Eighth Reason I Wrote, “Someone They Can Trust”

“Someone They Can Trust”, my new novel, is available on Amazon. To receive news about what I’m writing, please subscribe to the author email at the bottom of this post.

Alzheimer’s Disease is a public health problem of staggering proportions, and a personal tragedy for a good chunk of our population. (Around six million people have it in the United States.)

Even if we weren’t dealing with mass shootings, a loneliness epidemic and a childcare crisis – the prevalence of Alzheimer’s is a loud call to band together and live more communally. Dementia can wreck a family.

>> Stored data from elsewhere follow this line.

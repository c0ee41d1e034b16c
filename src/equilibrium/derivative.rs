//! How every quantity of an answer moves with every input: exact first derivatives, from
//! the response of the solved state and what the quantity holds of the input itself.

use std::f64::consts::LN_10;

use nalgebra::{DMatrix, DVector, Dyn, LU};
use num_traits::ToPrimitive;

use super::build::water_taken;
use super::movement::{Push, add};
use super::quantities::Solved;
use super::sensitivity::{Response, Sensitivity, buffer_capacity};
use super::solve::needs_activity;
use super::system::{Activity, Answer, IonicStrength, System};
use crate::chemistry::constant::volts_per_pe;
use crate::problem::input::Input;
use crate::problem::model::{Presence, Problem, Sought};
use crate::problem::scope::WATER;

/// A solved problem, ready to be asked how its answer moves.
pub struct Derivatives<'a> {
    problem: &'a Problem,
    solved: &'a Solved,
    sensitivity: Sensitivity<'a>,
    targets: Option<Targets>,
}

/// Doses that follow so that quantities keep their values.
struct Targets {
    kept: Vec<Sought>,
    /// How the state moves with each dose.
    doses: Vec<Movement>,
    /// Of each kept quantity by each dose.
    factors: LU<f64, Dyn, Dyn>,
}

/// How the whole state moves with one input.
#[derive(Clone, Debug)]
pub struct Movement {
    push: Push,
    response: Response,
    /// Of the dose that each target finds.
    pub doses: Vec<f64>,
}

/// How far the largest logarithm moves along the tangent, for the one difference taken.
const TANGENT: f64 = 1e-4;

impl<'a> Derivatives<'a> {
    /// Of an answer to this very problem. None where the equations leave the state
    /// undetermined to first order.
    pub fn new(problem: &'a Problem, solved: &'a Solved) -> Option<Self> {
        let excess = problem.solids_that_are(Presence::Excess).count();
        let formed = solved.formed.iter().flatten().count();
        if problem.held.len() + excess + formed != solved.system.fixed.len() {
            return None;
        }
        let sensitivity = Sensitivity::new(&solved.system, &solved.answer)?;
        Some(Self { problem, solved, sensitivity, targets: None })
    }

    /// The same where doses were found to meet targets, each a quantity that keeps its value
    /// and the input that moves for it. Then every derivative is that with the doses
    /// following. None where the doses cannot move their targets independently.
    pub fn with_targets(mut self, targets: &[(Sought, Input)]) -> Option<Self> {
        let kept: Vec<Sought> = targets.iter().map(|&(sought, _)| sought).collect();
        let doses: Vec<Movement> =
            targets.iter().map(|&(_, dose)| self.by_itself(dose)).collect::<Option<_>>()?;
        let count = kept.len();
        let mut matrix = DMatrix::zeros(count, count);
        for (row, &sought) in kept.iter().enumerate() {
            for (column, dose) in doses.iter().enumerate() {
                matrix[(row, column)] = self.along(sought, dose)?;
            }
        }
        let factors = LU::new(matrix);
        if !factors.is_invertible() {
            return None;
        }
        self.targets = Some(Targets { kept, doses, factors });
        Some(self)
    }

    /// The derivative of a quantity by an input, both in base units. None where either is
    /// not part of the problem, or where there is no two-sided derivative: a component of
    /// which there is none can only be given more.
    pub fn of(&self, sought: Sought, input: Input) -> Option<f64> {
        self.along(sought, &self.movement(input)?)
    }

    /// How the whole state moves with an input, doses following.
    pub fn movement(&self, input: Input) -> Option<Movement> {
        let mut movement = self.by_itself(input)?;
        let Some(targets) = &self.targets else { return Some(movement) };
        // What the doses have to make up for: ∂Q/∂p by all but the doses, or the target's
        // own move.
        let mut missing = DVector::zeros(targets.kept.len());
        for (k, &sought) in targets.kept.iter().enumerate() {
            missing[k] = f64::from(input == Input::Target(k)) - self.along(sought, &movement)?;
        }
        if !targets.factors.solve_mut(&mut missing) {
            return None;
        }
        for (dose, &by) in targets.doses.iter().zip(missing.iter()) {
            movement.push.add(by, &dose.push);
            add_response(&mut movement.response, by, &dose.response);
        }
        movement.doses = missing.as_slice().to_vec();
        Some(movement)
    }

    /// How the state moves with an input, doses staying as they are.
    fn by_itself(&self, input: Input) -> Option<Movement> {
        let Solved { system, answer, .. } = self.solved;
        let push = Push::new(self.problem, self.solved, input)?;
        let mut response = Response {
            ln_components: vec![0.0; system.totals.len()],
            ln_concentrations: vec![0.0; system.species.len()],
            ln_ionic_strength: 0.0,
            amounts: vec![0.0; system.fixed.len()],
        };
        let sensitivity = &self.sensitivity;
        for (j, &by) in push.totals.iter().enumerate().filter(|&(_, &by)| by != 0.0) {
            add_response(&mut response, by, &sensitivity.by_total(j)?);
        }
        for (row, &species) in self.problem.scope.dissolved.iter().enumerate() {
            // A coefficient acts on a concentration as a constant turned round does.
            let by = push.ln_formation[species] - push.ln_gammas[row];
            if by != 0.0 && answer.concentrations[row] > 0.0 {
                add_response(&mut response, by, &sensitivity.by_ln_k(row)?);
            }
        }
        for (k, (value, ln_gamma)) in push.ln_values.iter().zip(&push.held_ln_gammas).enumerate() {
            let by = value + ln_gamma;
            if by != 0.0 {
                add_response(&mut response, by, &sensitivity.by_fixed(k)?);
            }
        }
        Some(Movement { push, response, doses: Vec::new() })
    }

    /// The derivative of a quantity along a movement of the state.
    pub fn along(&self, sought: Sought, movement: &Movement) -> Option<f64> {
        movement.of(self.problem, self.solved, sought)
    }
}

impl Movement {
    /// The derivative of a quantity of the answer that moves. None where it has none.
    pub fn of(&self, problem: &Problem, solved: &Solved, sought: Sought) -> Option<f64> {
        let scope = &problem.scope;
        let concentrations = &solved.answer.concentrations;
        let moved = |row: usize| concentrations[row] * self.response.ln_concentrations[row];
        let value = match sought {
            Sought::Ph => self.response.ph(),
            Sought::Poh => -self.ln_activity(problem, solved, scope.find("OH-")?)? / LN_10,
            Sought::Pe => -self.response.ln_components[scope.component("e-")?] / LN_10,
            Sought::Concentration(species) => moved(scope.row_of(species)?),
            Sought::Activity(species) | Sought::Pressure(species) => {
                solved.value(problem, sought)? * self.ln_activity(problem, solved, species)?
            }
            Sought::SaturationIndex(species) => {
                solved.value(problem, sought).filter(|index| index.is_finite())?;
                self.ln_activity(problem, solved, species)? / LN_10
            }
            Sought::Total(component) => {
                let amounts = &self.response.amounts;
                solved.total_of(component, moved) + solved.solid_total_of(component, amounts)
            }
            Sought::Dose(reagent) => *self.push.reagents.get(reagent)?,
            Sought::Precipitated(species) => {
                solved.precipitated_of(problem, species, &self.response.amounts)?
            }
            Sought::Fraction { species, component } => {
                let fraction = solved.value(problem, sought)?;
                let total = solved.dissolved(component);
                let of_total = solved.total_of(component, moved);
                let by_ln = self.response.ln_concentrations[scope.row_of(species)?];
                fraction * (by_ln - of_total / total)
            }
            Sought::Potential => {
                let volts = solved.value(problem, Sought::Potential)?;
                let by_pe = self.of(problem, solved, Sought::Pe)? * volts_per_pe(problem.kelvin);
                by_pe + volts * self.push.kelvin / problem.kelvin
            }
            Sought::Alkalinity => solved.alkalinity_of(problem, moved),
            Sought::Acidity => solved.acidity_of(problem, moved),
            Sought::Hardness => solved.hardness_of(problem, moved),
            Sought::CarbonateHardness => {
                let (hardness, half) = (solved.hardness(problem), solved.alkalinity(problem) / 2.0);
                match half {
                    half if half <= 0.0 => 0.0,
                    half if half < hardness => solved.alkalinity_of(problem, moved) / 2.0,
                    _ => solved.hardness_of(problem, moved),
                }
            }
            Sought::IonicStrength => match solved.system.ionic_strength {
                // With ideal activities a given one goes nowhere, and the answer's own is told.
                IonicStrength::Given(_) if needs_activity(&solved.system) => {
                    self.push.ionic_strength
                }
                _ => {
                    let ions = solved.system.species.iter().enumerate();
                    ions.map(|(row, s)| 0.5 * f64::from(s.charge).powi(2) * moved(row)).sum()
                }
            },
            Sought::BufferCapacity => self.buffer_capacity(problem, solved)?,
            Sought::ChargeImbalance { equivalents } => {
                let (cations, anions) = solved.charges();
                let (up, down) = solved.charges_of(moved);
                let sum = cations + anions;
                match equivalents {
                    true => up - down,
                    false if sum > 0.0 => 200.0 * (anions * up - cations * down) / (sum * sum),
                    false => 0.0,
                }
            }
        };
        value.is_finite().then_some(value)
    }

    /// Of ln activity of a species of the scope.
    fn ln_activity(&self, problem: &Problem, solved: &Solved, species: usize) -> Option<f64> {
        let made = problem.scope.belonging.made[species].as_ref()?;
        let water = self.ln_water(problem, solved);
        if species == WATER {
            return Some(water);
        }
        let components = &self.response.ln_components;
        let sum: f64 =
            made.row.iter().map(|&(j, n)| n.to_f64().unwrap_or(0.0) * components[j]).sum();
        let taken = if water == 0.0 { 0.0 } else { water * water_taken(problem, species) };
        Some(self.push.ln_formation[species] + sum + taken)
    }

    /// Of ln activity of water, by a central difference of what the model gives along the
    /// tangent; zero where the model leaves it at one.
    fn ln_water(&self, problem: &Problem, solved: &Solved) -> f64 {
        let Activity::ByComposition(_) = &solved.system.activity else { return 0.0 };
        let moves = &self.response.ln_concentrations;
        let largest = moves.iter().fold(self.push.kelvin.abs(), |most, ln| most.max(ln.abs()));
        if largest == 0.0 {
            return 0.0;
        }
        let step = TANGENT / largest;
        let at = |by: f64| {
            let system = self.push.moved(problem, &solved.system, by);
            moved_answer(&solved.answer, &system, &self.response, by).ln_water
        };
        (at(step) - at(-step)) / (2.0 * step)
    }

    /// The buffer capacity is a derivative itself, so this is one of second order: the
    /// central difference of exact capacities at two states on the tangent. How the path
    /// bends counts the same on both sides, so no state has to be solved; what is left is of
    /// the square of [`TANGENT`].
    fn buffer_capacity(&self, problem: &Problem, solved: &Solved) -> Option<f64> {
        let Movement { push, response, .. } = self;
        let logarithms = [
            &response.ln_components,
            &response.ln_concentrations,
            &push.ln_formation,
            &push.ln_gammas,
            &push.ln_values,
        ];
        let mut largest = push.kelvin.abs().max(response.ln_ionic_strength.abs());
        if let IonicStrength::Given(value) = solved.system.ionic_strength {
            largest = largest.max((push.ionic_strength / value).abs());
        }
        largest = logarithms.into_iter().flatten().fold(largest, |most, ln| most.max(ln.abs()));
        if largest == 0.0 {
            return Some(0.0);
        }
        let step = TANGENT / largest;
        let at = |by: f64| {
            let system = push.moved(problem, &solved.system, by);
            let answer = moved_answer(&solved.answer, &system, response, by);
            buffer_capacity(&system, &answer)
        };
        Some((at(step)? - at(-step)?) / (2.0 * step))
    }
}

/// The answer so far along a response, in a system moved with it.
fn moved_answer(answer: &Answer, system: &System, response: &Response, by: f64) -> Answer {
    let mut moved = answer.clone();
    add(&mut moved.ln_components, by, &response.ln_components);
    add(&mut moved.amounts, by, &response.amounts);
    for (c, ln) in moved.concentrations.iter_mut().zip(&response.ln_concentrations) {
        *c *= (by * ln).exp();
    }
    moved.ionic_strength = match system.ionic_strength {
        IonicStrength::Given(value) => value,
        IonicStrength::Computed => moved.ionic_strength * (by * response.ln_ionic_strength).exp(),
    };
    match &system.activity {
        Activity::ByIonicStrength(model) => {
            for (species, ln_gamma) in system.species.iter().zip(&mut moved.ln_gammas) {
                let (charge, size) = (species.charge, species.ion_size);
                *ln_gamma = model.ln_gamma(charge, size, moved.ionic_strength).0;
            }
        }
        Activity::ByComposition(interaction) => {
            let found = interaction.coefficients(&moved.concentrations);
            moved.ln_gammas = found.ln_gamma;
            moved.ln_water = found.ln_water;
        }
    }
    moved
}

fn add_response(to: &mut Response, times: f64, other: &Response) {
    add(&mut to.ln_components, times, &other.ln_components);
    add(&mut to.ln_concentrations, times, &other.ln_concentrations);
    add(&mut to.amounts, times, &other.amounts);
    to.ln_ionic_strength += times * other.ln_ionic_strength;
}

It’s that hard to deal with.

There’s a character in my novel, “Someone They Can Trust” who has Alzheimer’s, and the story shows how a loving community can make life livable for the victims of the disease and for their caregivers.

One of three protagonists in the book, Maya, is the main caregiver for her beloved Grandmother, who is found to have Alzheimer’s early in the story.

Another protagonist, Janice, lost her mother to the disease several years before, and is determined not to leave Maya to deal with her crisis alone.

The bond between these two women proves to be healing for both of them.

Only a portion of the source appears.